On the performance side, structured generation with Outlines adds 5 to 15% latency on vLLM versus unconstrained generation. On llama.cpp with grammar-based sampling (GBNF), overhead stays under 10% for schemas with fewer than 50 fields. That’s a small price for guaranteed output validity.

Putting It All Together: A Defense-in-Depth Pipeline

No single guardrail is enough. Each method above tackles one attack class, and attackers will probe for whichever layer you skipped. The goal is a pipeline where bypassing one layer still leaves several more in the way.

The recommended pipeline order is:

Input length and character validation
Prompt injection classifier
Input sanitization and token stripping
System prompt isolation with sandwich defense
LLM inference with structured generation
Output PII and content filtering
Response delivery

In a FastAPI app, you can build this as middleware using dependency injection to chain validator classes.

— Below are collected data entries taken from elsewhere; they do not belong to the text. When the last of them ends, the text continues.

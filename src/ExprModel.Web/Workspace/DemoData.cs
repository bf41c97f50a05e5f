using ExprModel.Data.Catalog;
using ExprModel.Web.Hosting;
using Microsoft.Extensions.Options;

namespace ExprModel.Web.Workspace;

/// <summary>The shipped demo dataset (catalog/demo/ of the checkout, or the configured folder): an expression table and its metadata.</summary>
public sealed class DemoData(IOptions<WebOptions> options)
{
    public string? Directory
    {
        get
        {
            if (options.Value.DemoDirectory is { Length: > 0 } d) return System.IO.Directory.Exists(d) ? d : null;
            var src = CatalogLocator.FindSourceDirectory();
            if (src is null) return null;
            var demo = Path.Combine(src, "demo");
            return System.IO.Directory.Exists(demo) ? demo : null;
        }
    }

    /// <summary>The demo expression table, if shipped: the first file whose name says expression or counts.</summary>
    public string? ExpressionFile => Files().FirstOrDefault(f => Name(f).Contains("expression") || Name(f).Contains("counts"));

    /// <summary>The demo metadata table, if shipped.</summary>
    public string? MetadataFile => Files().FirstOrDefault(f => Name(f).Contains("metadata") || Name(f).Contains("cells"));

    public bool Available => ExpressionFile is not null;

    /// <summary>The demo's recorded sweeps (one NWB file per recorded cell), if shipped.</summary>
    public string? RecordingsDirectory =>
        Directory is { } d && System.IO.Directory.Exists(Path.Combine(d, "recordings")) ? Path.Combine(d, "recordings") : null;

    private IEnumerable<string> Files() => Directory is { } d
        ? System.IO.Directory.EnumerateFiles(d).Where(f => f.EndsWith(".csv", StringComparison.OrdinalIgnoreCase)
            || f.EndsWith(".tsv", StringComparison.OrdinalIgnoreCase)
            || f.EndsWith(".csv.gz", StringComparison.OrdinalIgnoreCase)
            || f.EndsWith(".tsv.gz", StringComparison.OrdinalIgnoreCase)).Order(StringComparer.Ordinal)
        : [];

    private static string Name(string f) => Path.GetFileName(f).ToLowerInvariant();
}
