using System.Globalization;
using ExprModel.Core.Models;
using ExprModel.Core.Perturbation;
using ExprModel.Web.Export;
using ExprModel.Web.Simulation;

namespace ExprModel.Web.Workspace;

/// <summary>
/// The Workbench's "fit to recording": typed (or pre-filled) targets, the prior and the starts, and the library's
/// <see cref="DensityFit"/> on the model as the controls set it now; the fitted model opens on the Workbench or downloads.
/// </summary>
public sealed class FitRun(ModelRunner runner, SimulationGate gate, Func<ModelDocument?> current, Action<ModelDocument, string> open,
    Func<Task> changed) : IDisposable
{
    public BackgroundJob Job { get; } = new(gate, changed);
    public List<FitTargetRow> Rows { get; } = [new()];
    /// <summary>True when the rows came from <see cref="Prefill"/> (recorded read-outs of the cell or group).</summary>
    public bool Prefilled { get; private set; }
    /// <summary>Prior width in ln(relative density), as typed; ignored with <see cref="NoPrior"/>.</summary>
    public string PriorWidthText { get; set; } = Math.Log(2).ToString("0.###", CultureInfo.InvariantCulture);
    public bool NoPrior { get; set; }
    public int Starts { get; set; } = 2;
    public int Seed { get; set; } = 1;
    /// <summary>A target or setting the user must fix before the fit can run; null when all is well.</summary>
    public string? InputError { get; private set; }

    public FitResult? Result { get; private set; }
    public string? MeasuredModelJson { get; private set; }
    public string MeasuredOrigin { get; private set; } = "";
    /// <summary>The name the fitted model was opened under on the Workbench; null until it is.</summary>
    public string? OpenedAs { get; private set; }

    /// <summary>The step duration the recorded values were measured on (ms), when they came from sweeps; the fit then
    /// measures the model on the same steps.</summary>
    public double? RecordedStepDurationMs { get; private set; }

    /// <summary>Replaces the rows with recorded read-outs (the page labels them "pre-filled from recordings").</summary>
    /// <param name="stepDurationMs">The recorded steps' duration when the values came from sweeps.</param>
    public void Prefill(IEnumerable<FitTarget> targets, double? stepDurationMs = null)
    {
        var rows = targets.Select(t => new FitTargetRow
        {
            Readout = t.Readout,
            Unit = t.Unit,
            Value = t.Value.ToString("R", CultureInfo.InvariantCulture),
            Scale = t.Scale.ToString("R", CultureInfo.InvariantCulture),
        }).ToList();
        if (rows.Count == 0) return;
        Rows.Clear();
        Rows.AddRange(rows);
        Prefilled = true;
        RecordedStepDurationMs = stepDurationMs;
        _ = changed();
    }

    public void AddRow() => Rows.Add(new FitTargetRow());

    public void RemoveRow(FitTargetRow row)
    {
        Rows.Remove(row);
        if (Rows.Count == 0) Rows.Add(new FitTargetRow());
    }

    /// <summary>Chooses a row's read-out and sets its unit to the read-out's own.</summary>
    public static void Choose(FitTargetRow row, string readout)
    {
        row.Readout = readout;
        row.Unit = ReadoutValues.UnitOf(readout) ?? "";
    }

    /// <summary>The filled rows as the library's targets (blank rows are skipped); errors name the row.</summary>
    /// <exception cref="ArgumentException">A row the library's reader refuses, or no target at all.</exception>
    public IReadOnlyList<FitTarget> Targets()
    {
        var targets = new List<FitTarget>();
        for (int i = 0; i < Rows.Count; i++)
        {
            var r = Rows[i];
            if (r.Readout.Length == 0 && r.Value.Trim().Length == 0) continue;
            string where = $"target row {i + 1}";
            if (r.Readout.Length == 0) throw new ArgumentException($"{where}: choose a read-out.");
            double? scale = null;
            if (r.Scale.Trim().Length > 0)
            {
                if (!double.TryParse(r.Scale, NumberStyles.Float, CultureInfo.InvariantCulture, out var s) || !(s > 0) || double.IsInfinity(s))
                    throw new ArgumentException($"{where}: the scale '{r.Scale}' must be a positive number (or blank for the default).");
                scale = s;
            }
            try { targets.Add(FitTargetReader.ParseTyped($"{r.Readout}={r.Value.Trim()}{r.Unit.Trim()}", scale)); }
            catch (ArgumentException e) { throw new ArgumentException($"{where}: {e.Message}"); }
        }
        if (targets.Count == 0) throw new ArgumentException("Give at least one recorded read-out (read-out, value, unit).");
        return targets;
    }

    /// <summary>The settings as typed; errors name the field.</summary>
    public FitSettings Settings()
    {
        double? width = null;
        if (!NoPrior)
        {
            if (!double.TryParse(PriorWidthText, NumberStyles.Float, CultureInfo.InvariantCulture, out var w) || !(w > 0) || double.IsInfinity(w))
                throw new ArgumentException($"Prior width: '{PriorWidthText}' must be a positive number of ln units (0.69 = two-fold), or tick \"no prior\".");
            width = w;
        }
        var settings = FitSettings.Default with { PriorWidth = width, Starts = Starts, Seed = Seed };
        // Values measured from recorded sweeps are compared with the model on steps of the recording's duration.
        if (Prefilled && RecordedStepDurationMs is { } stepMs) settings = settings with { Readouts = settings.Readouts with { StepDurationMs = stepMs } };
        if (settings.Problem() is { } p) throw new ArgumentException("Fit settings: " + p);
        return settings;
    }

    /// <summary>Fits the model as the controls set it now; a bad target or setting sets <see cref="InputError"/> instead.</summary>
    public void Start(string origin)
    {
        if (current() is not { } doc) return;
        IReadOnlyList<FitTarget> targets;
        FitSettings settings;
        try { targets = Targets(); settings = Settings(); InputError = null; }
        catch (ArgumentException e) { InputError = e.Message; _ = changed(); return; }
        Job.Start((checkpoint, token) =>
        {
            var cell = runner.Compile(doc).Model;
            return DensityFit.Run(doc, cell, targets, settings, p =>
            {
                Job.Report(p.StartsDone, p.Starts, FormattableString.Invariant($"{p.Evaluations} model evaluations, best objective {p.BestObjective:G3}"));
                checkpoint();
            }, token);
        }, fit =>
        {
            Result = fit;
            OpenedAs = null;
            MeasuredModelJson = doc.ToJson();
            MeasuredOrigin = origin;
        });
    }

    /// <summary>Opens the fitted model on the Workbench as a new model whose origin says it was fitted.</summary>
    public void OpenFitted()
    {
        if (Result is null) return;
        OpenedAs = Result.Document.Name;
        open(Result.Document, $"fitted to {Result.Residuals.Count} recorded read-out(s) from {(MeasuredOrigin.Length > 0 ? MeasuredOrigin : "the model")}");
    }

    /// <summary>The fitted model file (entries pinned, the caution and the fit's record in it); null before a fit.</summary>
    /// <exception cref="UserInputException">An entry does not resolve.</exception>
    public DownloadFile? FittedModelFile()
    {
        if (Result is null) return null;
        var doc = runner.Pin(Result.Document) with { Caution = ResearchCaution.Text };
        var stem = new string(doc.Name.Select(c => char.IsLetterOrDigit(c) ? c : '-').ToArray()).Trim('-').ToLowerInvariant();
        return new(stem + ".model.json", "application/json", doc.ToJson());
    }

    public void Dispose() => Job.Dispose();
}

Each step processes the text and either passes it through or raises an exception.

from fastapi import FastAPI, Depends, HTTPException

app = FastAPI()

async def validate_input(request: ChatRequest) -> ChatRequest:
    if len(request.message) > 16000:
        raise HTTPException(422, "Input too long")
    return request

async def detect_injection(request: ChatRequest = Depends(validate_input)) -> ChatRequest:
    if injection_classifier.predict(request.message) > 0.85:
        logger.warning("Injection detected", extra={"user": request.user_id})
        raise HTTPException(422, "Request flagged by safety filter")
    return request

async def sanitize(request: ChatRequest = Depends(detect_injection)) -> ChatRequest:
    request.message = sanitize_input(request.message)
    return request

@app.post("/chat")
async def chat(request: ChatRequest = Depends(sanitize)):
    response = await call_llm(request.message)
    filtered = output_filter.process(response)
    return {"response": filtered}

Feature flags make tuning practical. In dev, log warnings but let all traffic through so you can measure false positive rates. In prod, block flagged inputs and redact flagged outputs. This lets you tune sensitivity without a redeploy. A simple env variable or feature flag service works fine.

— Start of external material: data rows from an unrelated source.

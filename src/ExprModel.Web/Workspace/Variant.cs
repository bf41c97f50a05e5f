using ExprModel.Web.Simulation;

namespace ExprModel.Web.Workspace;

/// <summary>A pinned set of Workbench results (a slider setting or a group's model) drawn beside the live one.</summary>
public sealed record Variant(string Name, string Color, StepView Step, IReadOnlyList<FiRow>? Fi, IReadOnlyList<ReadoutRow> Readouts);
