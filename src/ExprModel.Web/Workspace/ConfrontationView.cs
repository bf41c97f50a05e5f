using ExprModel.Core.Confrontation;
using ExprModel.Core.Export;
using ExprModel.Core.Models;

namespace ExprModel.Web.Workspace;

/// <summary>
/// The every-cell view's confrontation: the per-cell read-outs of <see cref="CellBatchJob"/> held against the recorded
/// values of the workspace's <see cref="RecordedData"/> by the library's <see cref="PredictedVersusRecorded.Compare"/>
/// (differences, z-scores against each group's recorded SD, Pearson and Spearman r, mean absolute error, bias), shaped
/// for scatter plots and tables, and exported with <see cref="ConfrontationTable"/>. Recomputed when the rows or the
/// recorded data change.
/// </summary>
public sealed class ConfrontationView(WorkspaceState workspace, CellBatchJob job)
{
    /// <summary>One point of a scatter: a cell's predicted and recorded value.</summary>
    public sealed record Point(string CellId, double Predicted, double Recorded);

    private ConfrontationResult? _result;
    private (IReadOnlyList<ExprModel.Core.Mapping.BatchRow>? Rows, int Count, int Version) _key;

    /// <summary>The read-out whose per-cell table is shown.</summary>
    public string? Selected { get; set; }

    /// <summary>The comparison of the rows measured so far, or null when there is nothing to compare.</summary>
    public ConfrontationResult? Result
    {
        get
        {
            if (job.Rows is not { Count: > 0 } rows || workspace.Recorded.Compared is not { Readouts.Count: > 0 } features) return null;
            var key = (job.Rows, rows.Count, workspace.Recorded.Version);
            if (_result is not null && _key == key) return _result;
            var predictions = rows.ToDictionary(r => r.Item, r => new CellPrediction(r.Item, r.Readouts, r.Warnings), StringComparer.Ordinal);
            // Cells not measured yet (a cancelled run) are left out rather than reported as not predicted.
            var measured = new RecordedFeatures
            {
                Source = features.Source,
                Matches = features.Matches,
                Readouts = features.Readouts,
                Notes = features.Notes,
                RecordedCells = features.RecordedCells.Where(predictions.ContainsKey).ToArray(),
            };
            _result = PredictedVersusRecorded.Compare(measured, predictions, job.GroupOf, ModelPer.Cell, job.ExpressionNote);
            _key = key;
            Selected ??= _result.Agreement.FirstOrDefault(a => a.Cells > 0)?.Readout;
            return _result;
        }
    }

    /// <summary>Scatter points of one read-out by group (cells with both values), groups in name order.</summary>
    public IReadOnlyList<(string Group, IReadOnlyList<Point> Points)> Scatter(string readout) => Result is not { } r ? [] :
        r.Cells.Where(c => c.Readout == readout && c.Predicted is not null && c.Recorded is not null)
            .GroupBy(c => c.Group ?? CellBatchJob.NoLabel, StringComparer.Ordinal).OrderBy(g => g.Key, StringComparer.Ordinal)
            .Select(g => (g.Key, (IReadOnlyList<Point>)g.Select(c => new Point(c.CellId, c.Predicted!.Value, c.Recorded!.Value)).ToArray())).ToArray();

    /// <summary>The per-cell rows of the selected read-out.</summary>
    public IReadOnlyList<CellComparison> SelectedCells() => Result is not { } r || Selected is null ? [] : r.Cells.Where(c => c.Readout == Selected).ToArray();

    /// <summary>The library's comparison table (caution, expression estimate and column matches in the comments); null without a result.</summary>
    public string? Csv()
    {
        if (Result is not { } r || workspace.Session is not { } session) return null;
        return ConfrontationTable.Create(r, ConfrontationTable.Comments(r, ResearchCaution.Text, session.Dataset.Table.Source)).ToString();
    }
}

Before you deploy, test with Garak v0.9. It’s an open-source LLM vulnerability scanner with probe suites for prompt injection, encoding attacks, and data leakage. Run it against your endpoint and measure bypass rates before and after you turn your guardrails on. If your bypass rate isn’t below 5% on Garak’s standard probe set, you have gaps to fill.

Garak LLM vulnerability scanner showing encoding probe results with pass/fail rates per attack category — Garak's encoding probe module tests models against Base64, ROT13, and homoglyph-encoded injection payloads

Image: NVIDIA/garak

In prod, track the injection detection rate, the false positive rate (from user complaints and manual review), the output redaction rate, and p99 latency overhead per pipeline stage. Prometheus and Grafana are the standard stack for this. Set up alerts for sudden spikes in detection rate (a live attack) or sudden drops (your classifier may be failing in silence).

Failure handling deserves real thought. If the injection classifier times out or throws, fail open with stronger logging rather than fail closed. Blocking all requests because your safety classifier is down is a self-inflicted denial of service. Instead, tighten the downstream output filters to make up for it. Drop the PII redaction threshold and lower the content safety classifier’s confidence bar so more borderline replies get filtered.

The full pipeline usually adds 100 to 300ms of latency per request. The exact number depends on whether you run classifiers locally or call external APIs. For most chat apps, that’s well inside the budget. For latency-critical apps, run the input classifier and output filter async where you can. Use the fastest model variants: quantized DeBERTa for input checks, distilled NER for output filtering.

Building guardrails isn’t a one-time job. New attack tricks show up often. Injection classifiers need retraining on fresh adversarial samples. Your app’s attack surface shifts every time you add a new tool or data source to the LLM pipeline. Treat your guardrail pipeline like any other security-critical system. Keep testing it, keep watching it, and keep updating it as new threats land.